### Work order
Check every line below, and copy those that include "math".

Items listed in a dataset:
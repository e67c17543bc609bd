"""The blade-arrangement problem as arrays: slots, weights, limits as pair tables.

Inside the engine, slots are numbered in the order of their angles (so that
neighbours are consecutive, slot n - 1 next to slot 0) and blades in the
order they were given.  An arrangement is an integer array ``arr`` with
``arr[j]`` the blade in slot j.  Every shop limit except the couple limit is
a table on a pair of slots: ``ok[a, b]`` says whether blade a in slot u and
blade b in slot v may stand together, so one check serves the opposite limit,
the neighbour limit and the alternation.

References
----------
[FathiGinjupalli1993] the residual Σ w·e^{iθ}; [Li2021] the opposite and
neighbour limits; [OppositeDifferences] opposite slots.
"""

from __future__ import annotations

import math
from dataclasses import dataclass

import numpy as np

from placer.blades import ANGLE_TOL_DEG, Blade, Disc, check_blades

LIMIT_SLACK = 1e-9
"""Relative slack on a limit, so that a difference equal to the limit passes."""

INTEGER_SCALES = (1, 10, 100, 1000)
"""Decimal scales tried to read the moment weights as exact integers."""


@dataclass(frozen=True)
class Problem:
    """One arrangement problem, ready for the search.

    Parameters
    ----------
    weights : numpy.ndarray
        Moment weight of each blade [g·mm].
    z : numpy.ndarray
        Unit vector e^{iθ} of each slot (engine order) [-].
    order : numpy.ndarray
        User slot index (from 0) of each engine slot.
    offset : complex
        The disc's own unbalance [g·mm].
    pinned : numpy.ndarray
        Blade pinned in each engine slot, -1 where the slot is free.
    edges : dict
        (u, v) with u < v -> boolean table ok[a, b] [-].
    axial : numpy.ndarray or None
        Axial moment of each blade [g·mm²].
    couple_offset : complex
        The disc's own couple [g·mm²].
    couple_limit : float or None
        Largest couple [g·mm²].
    equal_spacing : bool
        Whether the slots are equally spaced (engine slot j at θ_0 + 360·j/n).
    int_weights : tuple of int or None
        The weights times ``scale`` as exact integers, when they are decimals.
    scale : int
        The decimal scale of ``int_weights``.
    mirror : tuple of (int, int) or None
        Two slots (u, v) where the search may take blade(u) < blade(v) only,
        because every mirror image of an arrangement scores the same.
    """

    weights: np.ndarray
    z: np.ndarray
    order: np.ndarray
    offset: complex
    pinned: np.ndarray
    edges: dict
    axial: np.ndarray | None
    couple_offset: complex
    couple_limit: float | None
    equal_spacing: bool
    int_weights: tuple[int, ...] | None
    scale: int
    mirror: tuple[int, int] | None = None

    @property
    def n(self) -> int:
        return len(self.weights)

    @property
    def free_slots(self) -> np.ndarray:
        return np.flatnonzero(self.pinned < 0)

    @property
    def free_blades(self) -> np.ndarray:
        used = np.zeros(self.n, dtype=bool)
        used[self.pinned[self.pinned >= 0]] = True
        return np.flatnonzero(~used)

    def pinned_sum(self) -> complex:
        """Static unbalance of the disc and its pinned blades [g·mm]."""
        fixed = self.pinned >= 0
        return self.offset + complex(np.sum(self.weights[self.pinned[fixed]] * self.z[fixed]))

    def pinned_couple(self) -> complex:
        """Couple of the disc and its pinned blades [g·mm²] (0 without axial moments)."""
        if self.axial is None:
            return 0j
        fixed = self.pinned >= 0
        return self.couple_offset + complex(np.sum(self.axial[self.pinned[fixed]] * self.z[fixed]))

    def symmetric(self) -> bool:
        """Whether every rotation and reflection of an arrangement scores the same.

        True for equally spaced slots with no disc unbalance, no disc couple
        under a couple limit and no pinned blade: rotating by one pitch
        multiplies the sums by e^{2πi/n}, reflecting conjugates them, and the
        pair tables only depend on which slots are opposite or neighbours.
        """
        couple_free = self.couple_limit is None or self.couple_offset == 0
        return (self.equal_spacing and self.offset == 0 and couple_free
                and bool(np.all(self.pinned < 0)))

    def residual(self, arr: np.ndarray) -> complex:
        """Static unbalance of arrangement ``arr`` [g·mm].

        Parameters
        ----------
        arr : numpy.ndarray
            The blade in each engine slot.

        Returns
        -------
        complex
            The disc's unbalance plus Σ w·z [g·mm].

        References
        ----------
        [FathiGinjupalli1993] the residual Σ w·e^{iθ}.
        """
        return self.offset + complex(np.sum(self.weights[arr] * self.z))

    def couple(self, arr: np.ndarray) -> complex | None:
        """Couple of arrangement ``arr`` [g·mm²], None without axial moments.

        Parameters
        ----------
        arr : numpy.ndarray
            The blade in each engine slot.

        Returns
        -------
        complex or None
            The disc's couple plus Σ axial·z [g·mm²].

        References
        ----------
        [StaticCouple] (couple unbalance).
        """
        if self.axial is None:
            return None
        return self.couple_offset + complex(np.sum(self.axial[arr] * self.z))

    def feasible(self, arr: np.ndarray) -> bool:
        """Whether ``arr`` keeps the pinned blades and every limit.

        Parameters
        ----------
        arr : numpy.ndarray
            The blade in each engine slot.

        Returns
        -------
        bool
            True when every pin, pair table and the couple limit hold.
        """
        fixed = self.pinned >= 0
        if np.any(arr[fixed] != self.pinned[fixed]):
            return False
        if any(not ok[arr[u], arr[v]] for (u, v), ok in self.edges.items()):
            return False
        return self.couple_ok(self.couple(arr))

    def couple_ok(self, couple: complex | None) -> bool:
        """Whether a couple [g·mm²] is within the couple limit.

        Parameters
        ----------
        couple : complex or None
            The couple [g·mm²]; None (no axial moments) always passes.

        Returns
        -------
        bool
            True without a limit, or when |couple| is within it (with
            :data:`LIMIT_SLACK`).
        """
        if self.couple_limit is None or couple is None:
            return True
        return abs(couple) <= self.couple_limit * (1 + LIMIT_SLACK) + LIMIT_SLACK

    def violations(self, arr: np.ndarray) -> int:
        """How many pair tables ``arr`` breaks (pinned slots and couple aside).

        Parameters
        ----------
        arr : numpy.ndarray
            The blade in each engine slot.

        Returns
        -------
        int
            The number of slot pairs whose table refuses their two blades.
        """
        return sum(int(not ok[arr[u], arr[v]]) for (u, v), ok in self.edges.items())


def build_problems(blades: tuple[Blade, ...], disc: Disc) -> list[Problem]:
    """The engine's problems for ``blades`` on ``disc``: two when blades alternate.

    With alternation the phase (whether slot 1 holds a high or a low blade) is
    a choice; each phase is its own problem and the better answer is taken.

    Parameters
    ----------
    blades : tuple of Blade
        One blade per slot.
    disc : Disc
        The disc, its unbalance, pinned blades and limits.

    Raises
    ------
    InputError
        When the blades do not fit the disc (see :func:`placer.blades.check_blades`).
    """
    check_blades(blades, disc)
    n = disc.slot_count
    angles = np.array(disc.slot_angles_deg()) % 360.0
    order = np.argsort(angles, kind="stable")
    theta = angles[order]
    z = np.exp(1j * np.radians(theta))
    ids = {b.blade_id: i for i, b in enumerate(blades)}
    pinned = np.full(n, -1, dtype=np.int64)
    engine_slot = np.empty(n, dtype=np.int64)
    engine_slot[order] = np.arange(n)
    for slot, blade_id in disc.pinned:
        pinned[engine_slot[slot - 1]] = ids[blade_id]
    weights = np.array([b.moment_gmm for b in blades], dtype=float)
    axial = None
    if blades[0].axial_moment_gmm2 is not None:
        axial = np.array([b.axial_moment_gmm2 for b in blades], dtype=float)
    equal = _equally_spaced(theta)
    if equal:
        z = np.exp(1j * (math.radians(theta[0]) + 2 * math.pi * np.arange(n) / n))
    int_weights, scale = _as_integers(weights)
    base = _limit_edges(blades, disc.limits, theta)
    phases = [None] if not disc.limits.alternate_frequency else [0, 1]
    problems = []
    for phase in phases:
        edges = dict(base)
        if phase is not None:
            _merge(edges, _alternation_edges(blades, n, phase))
        problems.append(Problem(weights, z, order, disc.unbalance(), pinned, edges, axial,
                                disc.couple(), disc.limits.couple_gmm2, equal, int_weights,
                                scale))
    return problems


def _equally_spaced(theta: np.ndarray) -> bool:
    n = len(theta)
    expected = theta[0] + 360.0 * np.arange(n) / n
    return bool(np.all(np.abs(theta - expected) <= ANGLE_TOL_DEG))


def _as_integers(weights: np.ndarray) -> tuple[tuple[int, ...] | None, int]:
    """The weights as integers at the smallest decimal scale that holds them exactly."""
    for scale in INTEGER_SCALES:
        scaled = weights * scale
        rounded = np.round(scaled)
        if np.all(np.abs(scaled - rounded) <= 1e-9 * np.maximum(1.0, np.abs(scaled))) \
                and np.all(np.abs(rounded) < 2**52):
            return tuple(int(v) for v in rounded), scale
    return None, 1


def opposite_pairs(theta_deg: np.ndarray) -> list[tuple[int, int]]:
    """Pairs of opposite slots: each slot with the slot(s) nearest its angle plus 180°.

    For an even count of equally spaced slots each slot has one opposite; for
    an odd count the point opposite a slot falls mid-way between two slots,
    and both count as its opposites (the pairs then form one ring).  Ties are
    angles within ANGLE_TOL_DEG of each other.

    Parameters
    ----------
    theta_deg : numpy.ndarray
        Slot angles [deg] in engine order.

    References
    ----------
    [OppositeDifferences], [Li2021].
    """
    n = len(theta_deg)
    pairs = set()
    for j in range(n):
        gap = np.abs((theta_deg - theta_deg[j] - 180.0 + 180.0) % 360.0 - 180.0)
        gap[j] = np.inf
        for k in np.flatnonzero(gap <= gap.min() + ANGLE_TOL_DEG):
            pairs.add((min(j, int(k)), max(j, int(k))))
    return sorted(pairs)


def neighbour_pairs(n: int) -> list[tuple[int, int]]:
    """Pairs of neighbouring slots in engine order, round the disc.

    Parameters
    ----------
    n : int
        Number of slots [-].

    Returns
    -------
    list of (int, int)
        (u, v) with u < v, sorted; one pair for two slots.
    """
    if n == 2:
        return [(0, 1)]
    return sorted((min(j, (j + 1) % n), max(j, (j + 1) % n)) for j in range(n))


def _limit_edges(blades: tuple[Blade, ...], limits, theta: np.ndarray) -> dict:
    edges: dict = {}
    if limits.opposite_gmm is not None:
        w = np.array([b.moment_gmm for b in blades])
        ok = np.abs(w[:, None] - w[None, :]) <= limits.opposite_gmm * (1 + LIMIT_SLACK)
        _merge(edges, {pair: ok for pair in opposite_pairs(theta)})
    if limits.neighbour_hz is not None:
        f = np.array([b.frequency_hz for b in blades])
        ok = np.abs(f[:, None] - f[None, :]) <= limits.neighbour_hz * (1 + LIMIT_SLACK)
        _merge(edges, {pair: ok for pair in neighbour_pairs(len(theta))})
    return edges


def _alternation_edges(blades: tuple[Blade, ...], n: int, phase: int) -> dict:
    """Tables for high/low alternation: slots j with (j + phase) even hold the higher blade."""
    f = np.array([b.frequency_hz for b in blades])
    higher = f[:, None] > f[None, :]
    return {(u, v): (higher if (u + phase) % 2 == 0 else higher.T)
            for u, v in neighbour_pairs(n)}


def _merge(edges: dict, more: dict) -> None:
    for pair, ok in more.items():
        edges[pair] = edges[pair] & ok if pair in edges else ok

### Written answer
import math
        z = np.exp(1j * (math.radians(theta[0]) + 2 * math.pi * np.arange(n) / n))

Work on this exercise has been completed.